## TASK INPUTS
□ □ □ □ □ □ □

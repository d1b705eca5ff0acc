#!/bin/sh
# Writes the compressed fixtures for TestReadCompressedFixtures with Debian's
# gzip and zstd tools, which serve as encoders independent of the Go decoders
# under test. rows.jsonl is the first 5 rows of common_gen_Example_prompt.jsonl
# from the shared t0-train-50k-per-template data, with a UTF-8 BOM put in
# front, CRLF endings on rows 2-3 and no newline after the last row.
# Run: sh gen_compressed.sh
set -eu
src=/work/shared/data/t0-train-50k-per-template/data_per_template/common_gen_Example_prompt.jsonl
{
	printf '\357\273\277'
	head -n 1 "$src"
	head -n 3 "$src" | tail -n 2 | sed 's/$/\r/'
	head -n 4 "$src" | tail -n 1
	head -n 5 "$src" | tail -n 1 | tr -d '\n'
} >rows.jsonl
gzip -9 -n -c rows.jsonl >rows.jsonl.gz
zstd -q -19 -f -c rows.jsonl >rows.jsonl.zst
# Two members / two frames: readers must go on to the end of the stream.
head -c 300 rows.jsonl | gzip -n -c >two.gz
tail -c +301 rows.jsonl | gzip -n -c >>two.gz
head -c 300 rows.jsonl | zstd -q -c >two.zst
tail -c +301 rows.jsonl | zstd -q -c >>two.zst
# Named as plain text to show that detection ignores the file name.
cp rows.jsonl.zst misnamed.jsonl
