// each reads n records and calls fn with each and its row (the uint32 at rowAt).
func (pr *partRecords) each(ctx context.Context, n, rowAt int, fn func(rec []byte, row int) error) error {
	for k := range n {
		if k%(1<<16) == 0 && ctx.Err() != nil {
			return fmt.Errorf("duplicates: %w", ctx.Err())
		}
		if ok, err := pr.next(); err != nil || !ok {
			return cmp.Or(err, workErrorf("shard %d of %d: %s is damaged: it ends early", pr.sf.Shard, pr.sf.Of, pr.path))
		}
		row := int(binary.LittleEndian.Uint32(pr.rec[rowAt:]))
		if row < max(pr.last, pr.sf.FirstRow) || row >= pr.sf.FirstRow+pr.sf.Rows {
			return workErrorf("shard %d of %d: %s is damaged: row %d is out of place", pr.sf.Shard, pr.sf.Of, pr.path, row)
		}
		pr.last = row
		if err := fn(pr.rec, row); err != nil {
			return err
		}
	}
	return nil
}

// end checks that the file holds no more records and its sum is its summary's.
func (pr *partRecords) end() error {
	_, err := pr.next()
	pr.Close()
	return err
}

// findRepeats finds the rows of part whose exact key an earlier row has and writes each with that
// row and, when it has a sketch record, what signing it cost.
func findRepeats(ctx context.Context, w *bufio.Writer, work string, heads []*shardFile, part int, sk *index.SetSketches, count *int) error {
	firsts := map[dedup.Key]uint32{}
	var out [repeatRecSize]byte
	fn := func(rec []byte, row int) error {
		key := dedup.Key(rec[4 : 4+len(dedup.Key{})]) // after the row, as exactRecSize lays it out
		f, seen := firsts[key]
		if !seen {
			firsts[key] = uint32(row)
			return nil
		}
		clear(out[:])
		var sw dedup.Work
		if place := int(binary.LittleEndian.Uint32(rec[20:])); place > 0 {
			marks, w, err := sk.Record(row, place-1)
			if err != nil {
				return err
			}
			sw, out[8] = w, 1
			if len(marks) > 0 {
				out[8] |= 2
			}
		}
		binary.LittleEndian.PutUint32(out[0:], uint32(row))
		binary.LittleEndian.PutUint32(out[4:], f)
		binary.LittleEndian.PutUint64(out[9:], uint64(sw.Bytes))
		binary.LittleEndian.PutUint64(out[17:], uint64(sw.ShingleWords))
		binary.LittleEndian.PutUint64(out[25:], uint64(sw.MinHashes))
		*count++
		_, err := w.Write(out[:])
		return err
	}
	for _, sf := range heads {
		pr, err := openPart(work, sf, part, exactName, "sluiceEX", exactRecSize, sf.Dups.Exact[part])
		if err != nil {
			return err
		}
		if err := pr.each(ctx, sf.Dups.Exact[part], 0, fn); err != nil {
			pr.Close()
			return err
		}
		if err := pr.end(); err != nil {
			return err
		}
	}
	return nil
}

// findCandidates finds, among the band keys of part, each row's candidate pairs with the first row
// of each bucket it falls in, as a dedup.Bulk does, one band at a time: every shard's records of
// the band, in shard order and so in row order, then the next band's. It writes each pair once with
// whether the rows' sketches confirm it.
func findCandidates(ctx context.Context, w *bufio.Writer, work string, heads []*shardFile, part int, sk *index.SetSketches, fp dedup.Params, count *int) error {
	readers := make([]*partRecords, len(heads))
	defer func() {
		for _, pr := range readers {
			if pr != nil {
				pr.Close()
			}
		}
	}()
	for i, sf := range heads {
		n := 0
		for _, c := range sf.Dups.Bands[part] {
			n += c
		}
		var err error
		if readers[i], err = openPart(work, sf, part, bandsName, "sluiceBK", bandRecSize, n); err != nil {
			return err
		}
	}
	// A bucket's first row and its sketch record's place; a candidate pair and both places.
	type bucket struct{ row, place uint32 }
	type cand struct {
		pair             uint64 // later<<32 | first
		laterAt, firstAt uint32 // their places
	}
	firsts := map[uint64]bucket{}
	var cands []cand
	for j := range fp.Bands {
		clear(firsts)
		for i, pr := range readers {
			pr.last = -1
			err := pr.each(ctx, heads[i].Dups.Bands[part][j], 8, func(rec []byte, row int) error {
				k, place := binary.LittleEndian.Uint64(rec), binary.LittleEndian.Uint32(rec[12:])
				if f, seen := firsts[k]; !seen {
					firsts[k] = bucket{uint32(row), place}
				} else if int(f.row) != row {
					cands = append(cands, cand{uint64(row)<<32 | uint64(f.row), place, f.place})
				}
				return nil
			})
			if err != nil {
				return err
			}
		}
	}
	for i, pr := range readers {
		readers[i] = nil
		if err := pr.end(); err != nil {
			return err
		}
	}
	clear(firsts)
	slices.SortFunc(cands, func(a, b cand) int { return cmp.Compare(a.pair, b.pair) })
	cands = slices.CompactFunc(cands, func(a, b cand) bool { return a.pair == b.pair })
	var out [candRecSize]byte
	for i, c := range cands {
		if i%(1<<16) == 0 && ctx.Err() != nil {
			return fmt.Errorf("duplicates: %w", ctx.Err())
		}
		later, first := int(c.pair>>32), int(uint32(c.pair))
		ml, _, err := sk.Record(later, int(c.laterAt))
		if err != nil {
			return err
		}
		mf, _, err := sk.Record(first, int(c.firstAt))
		if err != nil {
			return err
		}
		if len(ml) == 0 || len(mf) == 0 {
			return workErrorf("duplicates: part %d: rows %d and %d share a bucket but have no stored marks: the set changed since it was scored", part, first, later)
		}
		binary.LittleEndian.PutUint32(out[0:], uint32(later))
		binary.LittleEndian.PutUint32(out[4:], uint32(first))
		out[8] = 0
		if dedup.MarksSimilarity(ml, mf, fp.Bands) >= fp.Threshold {
			out[8] = 1
		}
		if _, err := w.Write(out[:]); err != nil {
			return err
		}
	}
	*count = len(cands)
	return nil
}

// shardClusters is what the cut knows of the set's duplicates: the rows that have one, ascending,
// each one's cluster (the place in rows of its least row, which names the cluster as
// dedup.Clusters names it by its first), and, as the walk meets them, the row kept of each cluster.
// 12 bytes a row that has a duplicate, nothing for the others.
type shardClusters struct {
	rows []uint32
	root []uint32
	keep []uint32 // by the place of a cluster's least row; noKeeper until the walk meets one
}
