"""One case per account: where a new alert goes.

A new alert joins its account's latest case when that case's newest alert lies at most
``case_group_windows`` window periods earlier; otherwise it opens a new case. Joining a
dismissed case reopens it only when the new score is clearly higher: at least
``case_reopen_ratio`` times the highest score the case had when it was dismissed. A weaker
alert joins the dismissed case quietly (it appears on the case's timeline, the case stays
dismissed). A confirmed case takes the alert and stays confirmed. Pure rules.
"""

from __future__ import annotations

from dataclasses import dataclass
from enum import Enum

from rolewatch.review.states import DISMISSED


class Placement(Enum):
    NEW_CASE = "new_case"
    JOIN = "join"
    REOPEN = "reopen"


@dataclass(frozen=True)
class LatestCase:
    """What placing an alert needs to know about the account's latest case."""

    id: int
    state: str
    last_window_end_us: int
    dismissed_score: float | None


@dataclass(frozen=True)
class GroupingRule:
    """The two settings of grouping, with the window period in microseconds."""

    group_windows: int
    period_us: int
    reopen_ratio: float

    @property
    def span_us(self) -> int:
        return self.group_windows * self.period_us


def clearly_higher(score: float, dismissed_score: float | None, ratio: float) -> bool:
    """True when ``score`` is at least ``ratio`` times the score the case was dismissed at
    (and above it, which matters only for scores at or below zero)."""
    if dismissed_score is None:
        return True
    return score >= ratio * dismissed_score and score > dismissed_score


def place_alert(
    latest: LatestCase | None, window_end_us: int, score: float, rule: GroupingRule
) -> Placement:
    """Where an alert of ``score`` in the window ending at ``window_end_us`` goes."""
    if latest is None or window_end_us - latest.last_window_end_us > rule.span_us:
        return Placement.NEW_CASE
    if latest.state == DISMISSED and clearly_higher(
        score, latest.dismissed_score, rule.reopen_ratio
    ):
        return Placement.REOPEN
    return Placement.JOIN
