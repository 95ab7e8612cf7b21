"""Errors the role engine raises on input a caller can fix.

Each error subclasses :class:`ValueError` so callers that only know the standard
library still catch it, and each message says what to do about it.
"""

from __future__ import annotations

__all__ = ["EngineInputError", "RecipeMismatch", "TooManyRoles", "FeatureMismatch"]


class EngineInputError(ValueError):
    """Input arrays the engine cannot use (wrong shape, NaN, negative values...)."""


class RecipeMismatch(EngineInputError):
    """A feature table was built by another feature recipe than the role basis expects.

    Role memberships are only meaningful when the table's columns are the very features
    (and bin edges) the basis was fitted on.
    """

    def __init__(self, table_version: str | None, basis_version: str | None):
        self.table_version = table_version
        self.basis_version = basis_version
        super().__init__(
            f"feature table was built with recipe version {table_version!r} but the role "
            f"basis was fitted on recipe version {basis_version!r}; transform the snapshot "
            "with the recipe the basis was fitted on, or fit a new basis on tables of this "
            "recipe"
        )


class FeatureMismatch(EngineInputError):
    """Feature names or feature counts disagree between a table and a basis."""


class TooManyRoles(EngineInputError):
    """More roles were asked for than the feature matrix can support."""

□ □ □ □ □ □ □

## INSTRUCTIONS TO FOLLOW
The answer should hold exactly the lines running from the one with "self.basis_version = basis_version" to the final line of the data, both ends counted.

## SOLUTION TO THE PROBLEM
        self.basis_version = basis_version
        super().__init__(
            f"feature table was built with recipe version {table_version!r} but the role "
            f"basis was fitted on recipe version {basis_version!r}; transform the snapshot "
            "with the recipe the basis was fitted on, or fit a new basis on tables of this "
            "recipe"
        )


class FeatureMismatch(EngineInputError):
    """Feature names or feature counts disagree between a table and a basis."""


class TooManyRoles(EngineInputError):
    """More roles were asked for than the feature matrix can support."""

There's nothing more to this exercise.